Can We Go Home Now

In this song, the protagonist croons like a sullen child, “Can we go home now?”

We’re all feeling a little this way. It started four years ago when Trump got elected. Wake up, we told ourselves, wake up, this is a bad dream.

But it’s not.

We’re all feeling a little this way. It started four years ago when Trump got elected. Wake up, we told ourselves, wake up, this is a bad dream.

But it’s not.

And as the water gets warmer and warmer, we ask, “Can we go home now?” But the water just keeps getting warmer.

Children in cages. Reality-denial. Coronavirus. Protests. Police Riots. Urban arson. Wildfires. Hurricanes.

Can we go home now?

I’ve had way too much screen time lately, between online meetings at work and chasing the news and the Tour de France and the start of football season. My head is spinning which could be a result of all this screen time. Or it could be an indication of an ear infection. The world gently rocks – most of the time except when it violently rocks – and I ask again, “Can we go home now?”

This song strikes a chord with me. A feeling that I felt as a child when I had started yet another school. The anxiety of walking in the door of a school where no one knew me, where I would immediately be judged by the first impression I made. Where I didn’t know how to make friends. Where I was afraid to speak in class, afraid to correct how the teacher pronounced my name, afraid that I was going to dress wrong, afraid to raise my hand and ask – in front of all those other kids – whether I could use the bathroom. Afraid that whatever feeling of relief, of happiness, would be fleeting. One day, exhausted by it all, I came home and asked my mom if we could move again. I felt if I could just have another chance, a clean slate, maybe I could make it work next time.

Can we go home now?

Whenever my dad got a weekend off from work, my parents threw us into the squeaky cab-over camper and drove away from Tucson, meandering down long dirt roads, following snaky blue lines on the map towards places called Paradise.
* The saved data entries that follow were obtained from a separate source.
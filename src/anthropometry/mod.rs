//! Anthropometric tables: segment mass fractions and CoM locations (docs/DESIGN.md 5).
//!
//! Input: a table name (`de-leva-1996`, `dempster-winter`, `dumas-2007`) and the subject's sex, or the path of
//! a user table in the same CSV format. Output: a validated [`SegmentTable`], one row per segment
//! and endpoint definition. Fractions are dimensionless: `mass_fraction` is the segment's share of
//! body mass, `com_fraction` the CoM's distance from the row's `origin` endpoint as a share of the
//! origin-to-other length, so that `CoM = origin + com_fraction * (other - origin)`.
//!
//! Built-in tables (CSV files in `anthropometry/`, embedded with `include_str!`; their README
//! cites each publication and explains the endpoint mapping):
//! - de Leva P (1996), Adjustments to Zatsiorsky-Seluyanov's segment inertia parameters,
//!   J Biomech 29(9):1223-1230, Table 4 (male and female; main and alternative endpoints).
//! - Dempster WT (1955) via Winter DA, Biomechanics and Motor Control of Human Movement,
//!   4th ed. (2009), Table 4.1.
//! - Dumas R, Cheze L, Verriest J-P (2007), Adjustments to McConville et al. and Young et al.
//!   body segment inertial parameters, J Biomech 40(3):543-553, Table 2 (male and female). Its
//!   rows give the CoM as a 3-D offset `(com_x, com_y, com_z)` in the segment's ISB coordinate
//!   system (Wu et al. 2002, J Biomech 35:543; Wu et al. 2005, J Biomech 38:981), as shares of
//!   the segment length, for right-side segments; [`crate::body::frames`] builds the frames and
//!   mirrors the left side.
//!
//! Validation on load: known segment names, endpoints in the landmark vocabulary, fractions in
//! (0, 1], exactly one default row per segment, and whole-body mass fractions summing to 1 within
//! 0.5 % (otherwise a [`Warning::MassFractionSum`]; the CoM always divides by the actual sum).

use crate::vocabulary::{self, Sidedness};
use crate::warning::Warning;
use serde::Serialize;
use std::collections::BTreeMap;
use std::fmt;
use std::path::Path;

/// Sex of the subject; chooses the table's population where a table has one per sex.
/// One spelling rule everywhere (subject files, manifests, `subjects.csv`, the command line):
/// `female` / `male` or `f` / `m`, any case ([`Sex::parse`]).
#[derive(Clone, Copy, Debug, PartialEq, Eq, Serialize)]
#[serde(rename_all = "lowercase")]
pub enum Sex {
    Female,
    Male,
}

impl Sex {
    pub fn parse(text: &str) -> Option<Sex> {
        match text.trim().to_ascii_lowercase().as_str() {
            "female" | "f" => Some(Sex::Female),
            "male" | "m" => Some(Sex::Male),
            _ => None,
        }
    }

    pub fn word(self) -> &'static str {
        match self {
            Sex::Female => "female",
            Sex::Male => "male",
        }
    }
}

impl<'de> serde::Deserialize<'de> for Sex {
    fn deserialize<D: serde::Deserializer<'de>>(d: D) -> Result<Sex, D::Error> {
        let text = String::deserialize(d)?;
        Sex::parse(&text).ok_or_else(|| {
            serde::de::Error::custom(format!(
                "sex = `{text}`; use female or male (or f / m, any case)"
            ))
        })
    }
}

/// The body segments a table may describe. The set is fixed: the trunk is either one segment or
/// its three de Leva parts.
#[derive(Clone, Copy, Debug, PartialEq, Eq, PartialOrd, Ord, Hash, Serialize)]
#[serde(rename_all = "snake_case")]
pub enum SegmentKind {
    Head,
    Trunk,
    UpperTrunk,
    MiddleTrunk,
    LowerTrunk,
    /// Dumas 2007's pelvis (lumbar JC to the hip JCs); tables with a whole trunk have none.
    Pelvis,
    UpperArm,
    Forearm,
    Hand,
    Thigh,
    Shank,
    Foot,
}
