impl Config {
    /// Validates a raw configuration; `origin` names the file in errors.
    pub fn from_raw(raw: &RawConfig, origin: &str) -> Result<Config, ConfigError> {
        let invalid = |message: String| ConfigError::Invalid {
            path: origin.to_string(),
            message,
        };
        let units = match raw.input.units.as_deref().map(str::trim) {
            None | Some("mm") => LengthUnit::Millimetres,
            Some("m") => LengthUnit::Metres,
            Some(other) => {
                return Err(invalid(format!(
                    "[input] units = {}; use \"mm\" or \"m\"",
                    q(other)
                )))
            }
        };
        let up_axis = match raw.input.up_axis.as_deref() {
            None => UpAxis::Z,
            Some(text) => UpAxis::parse(text).ok_or_else(|| {
                invalid(format!(
                    "[input] up_axis = {}; use one of z, y, x, -z, -y, -x",
                    q(text)
                ))
            })?,
        };
        if let Some(rate) = raw.input.rate_hz {
            positive(rate, "[input] rate_hz").map_err(invalid)?;
        }
        let missing_frames = match raw.input.missing_frames.as_deref().map(str::trim) {
            None | Some("error") => MissingFrames::Error,
            Some("gap") => MissingFrames::Gap,
            Some(other) => {
                return Err(invalid(format!(
                    "[input] missing_frames = `{other}`; use \"error\" or \"gap\""
                )))
            }
        };
        let hip = match raw.model.hip.as_deref() {
            None | Some("harrington-2007") => HipMethod::Harrington2007,
            Some("bell-1990") => HipMethod::Bell1990,
            Some("hara-2016") => HipMethod::Hara2016,
            Some("dumas-2007") => HipMethod::Dumas2007,
            Some("given") => HipMethod::Given,
            Some(other) => {
                return Err(invalid(format!(
                "[model] hip = {}; use harrington-2007, bell-1990, hara-2016, dumas-2007 or given",
                q(other)
            )))
            }
        };
        let arms = match raw.model.arms.as_deref() {
            None | Some("required") => ArmsMode::Required,
            Some("hanging") => ArmsMode::Hanging,
            Some(other) => {
                return Err(invalid(format!(
                    "[model] arms = {}; use \"required\" or \"hanging\"",
                    q(other)
                )))
            }
        };
        let mut endpoints = BTreeMap::new();
        for (segment, key) in &raw.model.endpoints {
            let kind = SegmentKind::from_name(segment).ok_or_else(|| {
                invalid(format!("[model] endpoints: unknown segment {}", q(segment)))
            })?;
            endpoints.insert(kind, key.clone());
        }
        let cutoff_hz = match &raw.filter.cutoff_hz {
            None => Some(DEFAULT_CUTOFF_HZ),
            Some(RawCutoff::Hz(hz)) => {
                positive(*hz, "[filter] cutoff_hz").map_err(invalid)?;
                if *hz < MIN_CUTOFF_HZ {
                    return Err(invalid(format!(
                        "[filter] cutoff_hz = {hz} is below {MIN_CUTOFF_HZ} Hz, which would smooth away movement itself; give a cut-off of a few Hz (6 for walking), or \"none\" to turn the filter off"
                    )));
                }
                Some(*hz)
            }
            Some(RawCutoff::Word(w)) if w == "none" => None,
            Some(RawCutoff::Word(w)) => {
                return Err(invalid(format!(
                    "[filter] cutoff_hz = {}; give Hz or \"none\"",
                    q(w)
                )))
            }
        };
        let max_gap_s = raw.filter.max_gap_s.unwrap_or(DEFAULT_MAX_GAP_S);
        if !(max_gap_s >= 0.0 && max_gap_s.is_finite()) {
            return Err(invalid(format!(
                "[filter] max_gap_s = {max_gap_s}; give seconds >= 0"
            )));
        }
        let s = &raw.support;
        for (value, key) in [
            (s.contact_height_m, "contact_height_m"),
            (s.contact_speed_m_s, "contact_speed_m_s"),
            (s.midfoot_band_m, "midfoot_band_m"),
        ] {
            if let Some(v) = value {
                positive(v, &format!("[support] {key}")).map_err(invalid)?;
            }
        }
        for (value, key) in [
            (s.min_contact_s, "min_contact_s"),
            (s.min_flight_s, "min_flight_s"),
        ] {
            if let Some(v) = value {
                if !(v >= 0.0 && v.is_finite()) {
                    return Err(invalid(format!("[support] {key} = {v}; give seconds >= 0")));
                }
            }
        }
        if let Some(f) = s.floor_m {
            if !f.is_finite() {
                return Err(invalid(
                    "[support] floor_m must be a number of metres".to_string(),
                ));
            }
        }
        let xcom_length = match &s.xcom_length {
            None => XcomLength::Leg,
            Some(RawLength::Word(w)) if w == "leg" => XcomLength::Leg,
            Some(RawLength::Metres(m)) => {
                positive(*m, "[support] xcom_length").map_err(invalid)?;
                XcomLength::Metres(*m)
            }
            Some(RawLength::Word(w)) => {
                return Err(invalid(format!(
                    "[support] xcom_length = {}; give \"leg\" or metres",
                    q(w)
                )))
            }
        };
        let gait_events = match s.gait_events.as_deref() {
            None | Some("zeni-bonci") => GaitEventMethod::ZeniBonci,
            Some("zeni") => GaitEventMethod::Zeni,
            Some(w) => {
                return Err(invalid(format!(
                    "[support] gait_events = {}; give \"zeni-bonci\" or \"zeni\"",
                    q(w)
                )))
            }
        };
        let mut loads = Vec::new();
        for l in &raw.load {
            if !(l.mass_kg >= 0.0 && l.mass_kg.is_finite()) {
                return Err(invalid(format!(
                    "[[load]] {}: mass_kg = {}; give kg >= 0",
                    q(&l.name),
                    l.mass_kg
                )));
            }
            let position = match (&l.markers, &l.position_of) {
                (Some(m), None) if !m.is_empty() => LoadPosition::Markers(m.clone()),
                (None, Some(p)) => LoadPosition::Landmark(p.clone()),
                _ => {
                    return Err(invalid(format!(
                        "[[load]] {}: give either markers = [..] or position_of = \"landmark\"",
                        q(&l.name)
                    )))
                }
            };
            loads.push(Load {
                name: l.name.clone(),
                mass_kg: l.mass_kg,
                position,
            });
        }
        let mut groups = Vec::new();
        for g in &raw.group {
            if g.segments.is_empty() || !is_identifier(&g.name) {
                return Err(invalid(format!(
                    "[[group]] {}: give a name of letters, digits and _ and at least one segment",
                    q(&g.name)
                )));
            }
            groups.push(Group {
                name: g.name.clone(),
                segments: g.segments.clone(),
            });
        }
        let mut virtual_landmarks = BTreeMap::new();
        for (name, v) in &raw.virtual_landmarks {
            let def = match (&v.mean, &v.along, &v.frame) {
                (Some(m), None, None) if !m.is_empty() && v.fraction.is_none() && v.offset_m.is_none() => {
                    VirtualDef::Mean(m.clone())
                }
                (None, Some(a), None) if a.len() == 2 && v.offset_m.is_none() => {
                    let fraction = v.fraction.ok_or_else(|| {
                        invalid(format!("[virtual] {}: `along` needs `fraction`", q(name)))
                    })?;
                    VirtualDef::Along { from: a[0].clone(), to: a[1].clone(), fraction }
                }
                (None, None, Some(f)) if f.len() == 3 && v.fraction.is_none() => {
                    let o = v.offset_m.as_deref().unwrap_or(&[]);
                    if o.len() != 3 {
                        return Err(invalid(format!("[virtual] {}: `frame` needs `offset_m = [x, y, z]`", q(name))));
                    }
                    VirtualDef::Offset {
                        frame: [f[0].clone(), f[1].clone(), f[2].clone()],
                        offset_m: [o[0], o[1], o[2]],
                    }
                }
                _ => {
                    return Err(invalid(format!(
                        "[virtual] {}: give one of mean = [..], along = [a, b] with fraction, or frame = [o, a, b] with offset_m = [x, y, z]",
                        q(name)
                    )))
                }
            };
            virtual_landmarks.insert(name.clone(), def);
        }
        let movement = match raw.trial.movement.as_deref() {
            None => crate::movement::MovementChoice::Auto,
            Some(m) => crate::movement::MovementChoice::parse(m).ok_or_else(|| {
                invalid(format!(
                    "[trial] movement = `{m}`; give \"walk\", \"jump\", \"squat\", \"stand\" or \"auto\""
                ))
            })?,
        };
        Ok(Config {
            units,
            up_axis,
            declared: Declared {
                units: raw.input.units.is_some(),
                up_axis: raw.input.up_axis.is_some(),
            },
            rate_hz: raw.input.rate_hz,
            missing_frames,
            landmarks: raw.landmarks.clone(),
            table: raw
                .model
                .table
                .clone()
                .unwrap_or_else(|| "de-leva-1996".to_string()),
            hip,
            arms,
            endpoints,
            cutoff_hz,
            max_gap_s,
            support: SupportConfig {
                floor_m: s.floor_m,
                contact_height_m: s.contact_height_m,
                contact_speed_m_s: s.contact_speed_m_s,
                min_contact_s: s.min_contact_s,
                min_flight_s: s.min_flight_s,
                midfoot_band_m: s.midfoot_band_m,
                gait_events,
                com: match s.com.as_deref() {
                    None | Some("segmental") => ComSource::Segmental,
                    Some("fused") => ComSource::Fused,
                    Some(other) => {
                        return Err(invalid(format!(
                            "[support] com = `{other}`; use \"segmental\" or \"fused\""
                        )))
                    }
                },
            },
            xcom_length,
            loads,
            groups,
            virtual_landmarks,
            movement,
            spread: raw.model.spread.unwrap_or(false),
            plates: crate::plates::read::plate_setups(&raw.plate).map_err(invalid)?,
            plates_file: None,
        })
    }

    /// How to read trial files under this configuration.
    pub fn read_options(&self) -> ReadOptions {
        ReadOptions {
            units: self.units,
            up_axis: self.up_axis,
            rate_hz: self.rate_hz,
            missing_frames: self.missing_frames,
        }
    }
}
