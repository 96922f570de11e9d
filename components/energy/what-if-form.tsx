"use client";

import { useId } from "react";
import { whatIfSchema, type WhatIfFields } from "@/lib/validation/energy";

export type WhatIfKey = keyof WhatIfFields;
export type WhatIfText = Partial<Record<WhatIfKey, string>>;

const FIELDS: { key: WhatIfKey; label: string; unit: string; step: string }[] = [
  { key: "luxAtFull", label: "Illuminance at the device, zone at 100 %", unit: "lx", step: "10" },
  { key: "cellAreaCm2", label: "Cell area", unit: "cm²", step: "0.5" },
  { key: "reportingIntervalS", label: "Reporting interval", unit: "s", step: "1" },
  { key: "repeats", label: "Repeats per message", unit: "0–7", step: "1" },
];

/** Parses the typed text of each control; empty means "the device's own value". */
export function parseWhatIf(text: WhatIfText): { values: Partial<WhatIfFields>; errors: Partial<Record<WhatIfKey, string>> } {
  const values: Partial<WhatIfFields> = {};
  const errors: Partial<Record<WhatIfKey, string>> = {};
  for (const { key } of FIELDS) {
    const raw = text[key]?.trim();
    if (!raw) continue;
    const parsed = whatIfSchema.shape[key].safeParse(Number(raw));
    if (parsed.success) values[key] = parsed.data;
    else errors[key] = parsed.error.issues[0]?.message ?? "Not a valid number.";
  }
  return { values, errors };
}

type Props = { text: WhatIfText; errors: Partial<Record<WhatIfKey, string>>; current: Record<WhatIfKey, number | null>; isKinetic: boolean; onChange: (key: WhatIfKey, value: string) => void; onReset: () => void };

/** What-if controls: each change reruns the model in the browser at once. */
export function WhatIfForm({ text, errors, current, isKinetic, onChange, onReset }: Props) {
  const id = useId();
  const fields = isKinetic ? FIELDS.filter((f) => f.key === "repeats") : FIELDS;
  return (
    <form aria-labelledby={`${id}-title`} onSubmit={(e) => e.preventDefault()} className="rounded-xl border border-line bg-paper p-3">
      <div className="mb-2 flex items-center gap-2">
        <h2 id={`${id}-title`} className="mr-auto text-lg font-bold">What if…</h2>
        <button type="button" onClick={onReset} className="rounded-md border border-line px-2 py-1 text-sm font-semibold hover:bg-fog">
          Reset to the device
        </button>
      </div>
      <div className="grid gap-3 sm:grid-cols-2">
        {fields.map((f) => {
          const err = errors[f.key];
          const inputId = `${id}-${f.key}`;
          return (
            <div key={f.key} className="flex flex-col">
              <label htmlFor={inputId} className="text-sm font-semibold">
                {f.label} <span className="font-normal text-slate">({f.unit})</span>
              </label>
              <input
                id={inputId}
                type="number"
                inputMode="decimal"
                step={f.step}
                value={text[f.key] ?? ""}
                placeholder={current[f.key] === null ? "none" : String(Number(current[f.key]!.toPrecision(4)))}
                onChange={(e) => onChange(f.key, e.target.value)}
                aria-invalid={err ? true : undefined}
                aria-describedby={err ? `${inputId}-err` : undefined}
                className={`rounded-md border bg-paper px-2 py-1.5 tabular-nums ${err ? "border-clay" : "border-line"}`}
              />
              {err ? (
                <span id={`${inputId}-err`} className="text-xs font-semibold text-clay">
                  {err}
                </span>
              ) : null}
            </div>
          );
        })}
      </div>
      {isKinetic ? <p className="mt-2 text-xs text-slate">A kinetic switch pays for each press with that press, so only the radio matters here.</p> : null}
    </form>
  );
}
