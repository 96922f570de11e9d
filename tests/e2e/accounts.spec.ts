import { DEMO, expect, expectCleanPage, linkFromMail, signIn, test } from "./fixtures";

test("sign up, create a site, invite an occupant who accepts and sees only occupant views", async ({ page, watch, browser }) => {
  const stamp = Date.now();
  const integratorEmail = `e2e-integrator-${stamp}@example.invalid`;
  const occupantEmail = `e2e-occupant-${stamp}@example.invalid`;

  // Sign up; the form reports field errors first.
  await page.goto("/sign-up");
  await page.getByRole("button", { name: "Create account" }).click();
  await expect(page.getByText("Enter your name")).toBeVisible();
  await page.getByLabel("Your name").fill("Pat Fitter");
  await page.getByLabel("E-mail").fill(integratorEmail);
  await page.getByLabel("Password").fill("short");
  await page.getByRole("button", { name: "Create account" }).click();
  await expect(page.getByText("Use at least 10 characters")).toBeVisible();
  await page.getByLabel("Password").fill("a long enough phrase");
  await page.getByRole("button", { name: "Create account" }).click();
  await expect(page).toHaveURL(/\/sites$/);

  // Create a site: the creator becomes its integrator.
  await page.getByRole("link", { name: "New site" }).click();
  await page.getByLabel("Site name").fill("Quillmark Pottery");
  await page.getByLabel("Time zone").fill("Mars/Olympus");
  await page.getByRole("button", { name: "Create site" }).click();
  await expect(page.getByText(/Choose a time zone/)).toBeVisible();
  await page.getByLabel("Time zone").fill("CET");
  await page.getByLabel("Latitude (°)").fill("47.5");
  await page.getByLabel("Longitude (°)").fill("8.2");
  await page.getByRole("button", { name: "Create site" }).click();
  await expect(page.getByRole("heading", { level: 1, name: "Quillmark Pottery" })).toBeVisible();
  await expect(page.getByText("Integrator", { exact: true })).toBeVisible();
  const siteUrl = new URL(page.url());
  const siteId = siteUrl.pathname.split("/")[2];

  // Invite an occupant.
  await page.getByRole("link", { name: "Members" }).click();
  await expect(page.getByRole("cell", { name: /Pat Fitter \(you\)/ })).toBeVisible();
  await page.getByLabel("E-mail").fill(occupantEmail);
  await page.getByLabel("Role", { exact: true }).selectOption("occupant");
  await page.getByRole("button", { name: "Send invitation" }).click();
  await expect(page.getByText(`Invitation sent to ${occupantEmail}.`)).toBeVisible();
  await expect(page.getByRole("cell", { name: occupantEmail, exact: true })).toBeVisible();
  await expectCleanPage(page, watch);

  // The invitation arrives in the local mail sink; the occupant accepts in another browser.
  const link = await linkFromMail(occupantEmail, "/invite");
  const other = await browser.newContext();
  const occ = await other.newPage();
  await occ.goto(link);
  await expect(occ.getByRole("heading", { name: "Join Quillmark Pottery" })).toBeVisible();
  await occ.getByLabel("Your name").fill("Sam Resident");
  await occ.getByLabel("Choose a password").fill("resident pass phrase");
  await occ.getByRole("button", { name: "Create account and accept" }).click();
  await expect(occ).toHaveURL(new RegExp(`/sites/${siteId}$`));
  await expect(occ.getByText("Occupant", { exact: true })).toBeVisible();
  await expect(occ.getByRole("heading", { name: "Your zones" })).toBeVisible();
  await expect(occ.getByRole("link", { name: "Members" })).toHaveCount(0);

  // Direct requests to integrator-only routes are refused on the server.
  const api = await occ.request.get(`/api/sites/${siteId}/members`);
  expect(api.status()).toBe(403);
  const post = await occ.request.post(`/api/sites/${siteId}/invites`, { data: { email: "x@example.invalid", role: "integrator" }, headers: { origin: new URL(occ.url()).origin } });
  expect(post.status()).toBe(403);
  await occ.goto(`/sites/${siteId}/members`);
  await expect(occ.getByText("Your role on this site does not open that page.")).toBeVisible();

  // The link cannot be used twice.
  await occ.goto(link);
  await expect(occ.getByText(/expired, was revoked or was already used/)).toBeVisible();
  await other.close();

  // Back as the integrator: the occupant is now a member and no invitation waits.
  await page.reload();
  await expect(page.getByRole("cell", { name: "Sam Resident", exact: true })).toBeVisible();
  await expect(page.getByText("No invitations waiting.")).toBeVisible();
});

test("password reset round trip through the local mail sink", async ({ page, watch }) => {
  const email = `e2e-reset-${Date.now()}@example.invalid`;
  await page.goto("/sign-up");
  await page.getByLabel("Your name").fill("Robin Forgetful");
  await page.getByLabel("E-mail").fill(email);
  await page.getByLabel("Password").fill("the first phrase");
  await page.getByRole("button", { name: "Create account" }).click();
  await expect(page).toHaveURL(/\/sites$/);
  await page.getByRole("button", { name: "Sign out" }).click();
  await expect(page).toHaveURL(/\/sign-in/);

  await page.getByRole("link", { name: "Forgot your password?" }).click();
  // Wait for the new page: the sign-in form's own E-mail field is there until the route changes.
  await expect(page.getByRole("heading", { name: "Reset your password" })).toBeVisible();
  await page.getByLabel("E-mail").fill(email);
  await page.getByRole("button", { name: "Send reset link" }).click();
  await expect(page.getByText(/a reset link is on its way/)).toBeVisible();

  const link = await linkFromMail(email, "/reset-password");
  await page.goto(link);
  await expect(page.getByRole("heading", { name: "Choose a new password" })).toBeVisible();
  await page.getByLabel("New password", { exact: true }).fill("the second phrase");
  await page.getByLabel("New password again").fill("the second phrase");
  await page.getByRole("button", { name: "Set new password" }).click();
  await expect(page).toHaveURL(/\/sites/);
  await page.getByRole("button", { name: "Sign out" }).click();

  await page.goto("/sign-in");
  await page.getByLabel("E-mail").fill(email);
  await page.getByLabel("Password").fill("the first phrase");
  await page.getByRole("button", { name: "Sign in" }).click();
  await expect(page.getByText("That e-mail and password do not match an account.")).toBeVisible();
  await signIn(page, email, "the second phrase");
  await expect(page.getByRole("heading", { name: "Your sites" })).toBeVisible();
  // The one wrong password above answers 401 on purpose.
  await expectCleanPage(page, watch, [/status of 401/]);
});

test("the demo occupant sees only their zones", async ({ page, watch }) => {
  await signIn(page, DEMO.occupant, undefined, "/sites/larch-lane");
  await expect(page.getByRole("heading", { name: "Your zones" })).toBeVisible();
  const zoneHeadings = page.getByRole("heading", { level: 3 });
  await expect(zoneHeadings).toHaveText(["Front path", "Back door", "Flat"]);
  await expectCleanPage(page, watch);
});
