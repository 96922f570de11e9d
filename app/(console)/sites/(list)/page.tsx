import type { Metadata } from "next";
import Link from "next/link";
import { ConsoleHeader } from "@/components/console/console-header";
import { listSitesForUser } from "@/db/queries/members";
import { requireUser } from "@/lib/auth/current";
import { ROLE_LABEL } from "@/lib/auth/roles";

export const metadata: Metadata = { title: "Sites" };
export const dynamic = "force-dynamic";

export default async function SitesPage() {
  const user = await requireUser("/sites");
  const sites = await listSitesForUser({ userId: user.id });
  return (
    <>
      <ConsoleHeader sites={sites} user={user} />
      <main id="main" className="mx-auto max-w-6xl px-4 py-8">
        <div className="flex flex-wrap items-center gap-4">
          <h1 className="mr-auto text-2xl font-extrabold">Your sites</h1>
          <Link href="/sites/new" className="rounded-md bg-ink px-4 py-2 font-semibold text-fog">
            New site
          </Link>
        </div>
        {sites.length === 0 ? (
          <p className="mt-6 text-slate">You are not on any site yet. Create one (you become its integrator), or ask to be invited.</p>
        ) : (
          <ul className="mt-6 grid gap-4 sm:grid-cols-2 lg:grid-cols-3">
            {sites.map((s) => (
              <li key={s.id}>
                <Link href={`/sites/${s.id}`} className="block rounded-xl border border-line bg-paper p-5 shadow-sm hover:border-slate">
                  <span className="text-lg font-bold">{s.name}</span>
                  <span className="mt-1 block text-sm text-slate">{ROLE_LABEL[s.role]} · open overview →</span>
                </Link>
              </li>
            ))}
          </ul>
        )}
      </main>
    </>
  );
}
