import { DEMO, expect, expectCleanPage, signIn, test } from "./fixtures";

const SITE = "larch-lane";

test("integrator creates a gateway key, sees it once, the gateway API takes it, then revokes it and the API refuses it", async ({ page, watch }) => {
  await signIn(page, DEMO.integrator);
  await page.goto(`/sites/${SITE}`);
  await page.getByRole("navigation", { name: "Site sections" }).getByRole("link", { name: "Gateway keys" }).click();
  await expect(page.getByRole("heading", { level: 1, name: "Gateway keys" })).toBeVisible();

  // The how-to shows the exact call with this page's own origin and the site.
  const origin = new URL(page.url()).origin;
  await expect(page.locator("pre").first()).toContainText(`curl -X POST '${origin}/api/v1/sites/${SITE}/events'`);
  await expect(page.locator("pre").first()).toContainText("-H 'Authorization: Bearer jpk_…'");

  // A name is required; the message is tied to the field.
  await page.getByRole("button", { name: "Create key" }).click();
  await expect(page.getByText("Name the key, e.g. after the gateway it goes in")).toBeVisible();
  await expect(page.getByLabel("Key name")).toHaveAttribute("aria-invalid", "true");

  const name = `Test gateway ${Date.now()}`;
  await page.getByLabel("Key name").fill(name);
  await page.getByLabel("Key name").press("Enter");
  const box = page.getByRole("region", { name: "Shown once — store it in the gateway now" });
  await expect(box).toBeVisible();
  await expect(box.getByRole("heading", { name: "Shown once — store it in the gateway now" })).toBeFocused();
  const key = await box.getByLabel("New gateway key").inputValue();
  expect(key).toMatch(/^jpk_[A-Za-z0-9_-]{43}$/);

  const row = page.getByRole("row").filter({ has: page.getByRole("rowheader", { name, exact: true }) });
  await expect(row).toContainText(`${key.slice(0, 10)}…`);
  await expect(row).toContainText("Active");
  await expect(row).toContainText("Never");

  // The key works for the gateway API.
  const send = (id: string) =>
    page.request.post(`/api/v1/sites/${SITE}/events`, {
      headers: { authorization: `Bearer ${key}` },
      data: { events: [{ id, at: Date.now() - 1000, device: "0x0009", kind: "light-level", value: 300 }] },
    });
  const ok = await send(`e2e-key-${Date.now()}`);
  expect(ok.status()).toBe(200);
  expect((await ok.json()).accepted).toBe(1);

  // Hidden, and gone for good after a reload.
  await box.getByRole("button", { name: "I have stored it — hide the key" }).click();
  await expect(box).toHaveCount(0);
  await page.reload();
  await expect(page.getByRole("heading", { level: 1, name: "Gateway keys" })).toBeVisible();
  expect(await page.content()).not.toContain(key);
  await expect(row).not.toContainText("Never");

  // Revoke asks first; Escape keeps the key and returns focus to the button.
  const revoke = row.getByRole("button", { name: `Revoke key ${name}` });
  await revoke.click();
  const question = row.getByRole("group", { name: `Revoke key ${name}?` });
  await expect(question.getByRole("button", { name: "Keep it" })).toBeFocused();
  await page.keyboard.press("Escape");
  await expect(question).toHaveCount(0);
  await expect(revoke).toBeFocused();

  await revoke.click();
  await question.getByRole("button", { name: "Revoke key", exact: true }).click();
  await expect(page.getByText(`Key “${name}” revoked.`)).toBeVisible();
  await expect(row).toContainText("Revoked");
  await expect(row.getByRole("button")).toHaveCount(0);

  const refused = await send(`e2e-key-after-${Date.now()}`);
  expect(refused.status()).toBe(401);
  expect((await refused.json()).error).toBe("unauthenticated");

  await expectCleanPage(page, watch);
});

test("the gateway keys page is for integrators only, and the OpenAPI document is public", async ({ page, watch }) => {
  await signIn(page, DEMO.manager);
  await page.goto(`/sites/${SITE}`);
  await expect(page.getByRole("link", { name: "Gateway keys" })).toHaveCount(0);
  await page.goto(`/sites/${SITE}/keys`);
  await expect(page).toHaveURL(new RegExp(`/sites/${SITE}\\?denied=1`));

  const doc = await page.request.get("/api/v1/openapi.json");
  expect(doc.status()).toBe(200);
  const body = await doc.json();
  expect(body.openapi).toBe("3.1.0");
  expect(Object.keys(body.paths)).toContain("/api/v1/sites/{siteId}/events");
  await expectCleanPage(page, watch);
});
Paradise Lake (a dusty campground along a tiny reservoir), Paradise Mountain (a dusty mountain with no water). This is part of what kept us moving from town to town, in search of some paradise, some home. Long after I left home, they kept searching, separately, Dad in Turkey and Panama. Mom in Ethiopia, Thailand, Paris, Egypt. It’s the same thing that kept Mom tinkering with her house, adding a deck, a garage, a new bedroom suite. It just never felt quite present.

Can we go home now?

Tired of my job, tired of the city, I decided to leave. I flew to San Francisco, picked up a rental car, and started driving North on Highway 1, searching for the place I wanted to live. I revisited places that I remembered from my childhood, beautiful places that now lie in ashes. But no place was quite right. They just didn’t feel like home. I finally reached my mother’s land outside the town where I had gone to high school. I drove up to Mom’s house that her friend was renting; she was expecting me, I thought, but she wasn’t home so I ended up sleeping in the car, curled up with one of our cats that had adopted a neighbor after my mother’s departure. In the morning, I drove into town, got breakfast and washed in a restroom sink, and waited for a bookstore to open so I could buy something to read while waiting for the woman to return. It occurred to me that, of all the places I had driven, this felt the most like home. But I didn’t belong there any more than I did anywhere else.

Can we go home now?

The protagonist croons that line and the antagonist drones back, on a single note, long and drawn out, “We. Are. Home.”

There is no going home. This is the world we live in. This is the world we must accept because you cannot change reality until you accept reality. You can dream of something better, but you can get there only when you start where you are.